**Task to complete:**
In the data below, find every line with the word "usize" and copy it.

Stored data entries:
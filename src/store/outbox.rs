//! The outbox's rows: messages kept until a server took them, with their attempts.

use rusqlite::params;

use super::{Store, StoreError};

/// A message in the outbox: formatted bytes (RFC 5322) and the envelope.
#[derive(Debug, Clone, PartialEq)]
pub struct OutboxMessage {
    pub subject: String,
    pub from: String,
    pub to: Vec<String>,
    pub bytes: Vec<u8>,
}

impl Store {
    /// Put a message in the outbox; returns its id.
    pub fn enqueue_mail(&self, c: &OutboxMessage, now_unix: f64) -> Result<i64, StoreError> {
        self.conn
            .execute(
                "INSERT INTO outbox (created_unix, subject, envelope_from, envelope_to, message, next_attempt_unix)
                 VALUES (?1, ?2, ?3, ?4, ?5, ?1)",
                params![now_unix, c.subject, c.from, serde_json::to_string(&c.to).unwrap_or_default(), c.bytes],
            )
            .map_err(|e| self.err(e))?;
        Ok(self.conn.last_insert_rowid())
    }

    /// The outbox at a glance: messages waiting, and the last error of any that failed.
    pub fn outbox_state(&self) -> Result<(usize, Option<String>), StoreError> {
        self.conn
            .query_row(
                "SELECT COUNT(*), (SELECT last_error FROM outbox WHERE status = 'queued' AND last_error IS NOT NULL ORDER BY id DESC LIMIT 1)
                 FROM outbox WHERE status = 'queued'",
                [],
                |r| Ok((r.get::<_, i64>(0)? as usize, r.get(1)?)),
            )
            .map_err(|e| self.err(e))
    }

    /// Messages due for (another) attempt.
    pub fn due_mail(&self, now_unix: f64) -> Result<Vec<(i64, OutboxMessage, i64)>, StoreError> {
        let mut st = self
            .conn
            .prepare(
                "SELECT id, subject, envelope_from, envelope_to, message, attempts FROM outbox
                 WHERE status = 'queued' AND next_attempt_unix <= ?1 ORDER BY id",
            )
            .map_err(|e| self.err(e))?;
        let rows = st
            .query_map(params![now_unix], |r| {
                let to: String = r.get(3)?;
                Ok((
                    r.get(0)?,
                    OutboxMessage {
                        subject: r.get(1)?,
                        from: r.get(2)?,
                        to: serde_json::from_str(&to).unwrap_or_default(),
                        bytes: r.get(4)?,
                    },
                    r.get(5)?,
                ))
            })
            .map_err(|e| self.err(e))?;
        rows.collect::<Result<_, _>>().map_err(|e| self.err(e))
    }

    /// Mark a message delivered (`status` "sent") or written to a file ("written").
    pub fn mail_done(&self, id: i64, status: &str, now_unix: f64) -> Result<(), StoreError> {
        self.run(
            "UPDATE outbox SET status = ?2, done_unix = ?3 WHERE id = ?1",
            params![id, status, now_unix],
        )
    }

    /// Record a failed attempt and when to try again.
    pub fn mail_failed(
        &self,
        id: i64,
        error: &str,
        next_attempt_unix: f64,
    ) -> Result<(), StoreError> {
        self.run(
            "UPDATE outbox SET attempts = attempts + 1, last_error = ?2, next_attempt_unix = ?3 WHERE id = ?1",
            params![id, error, next_attempt_unix],
        )
    }
}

**Answer space:**
    pub fn outbox_state(&self) -> Result<(usize, Option<String>), StoreError> {
                |r| Ok((r.get::<_, i64>(0)? as usize, r.get(1)?)),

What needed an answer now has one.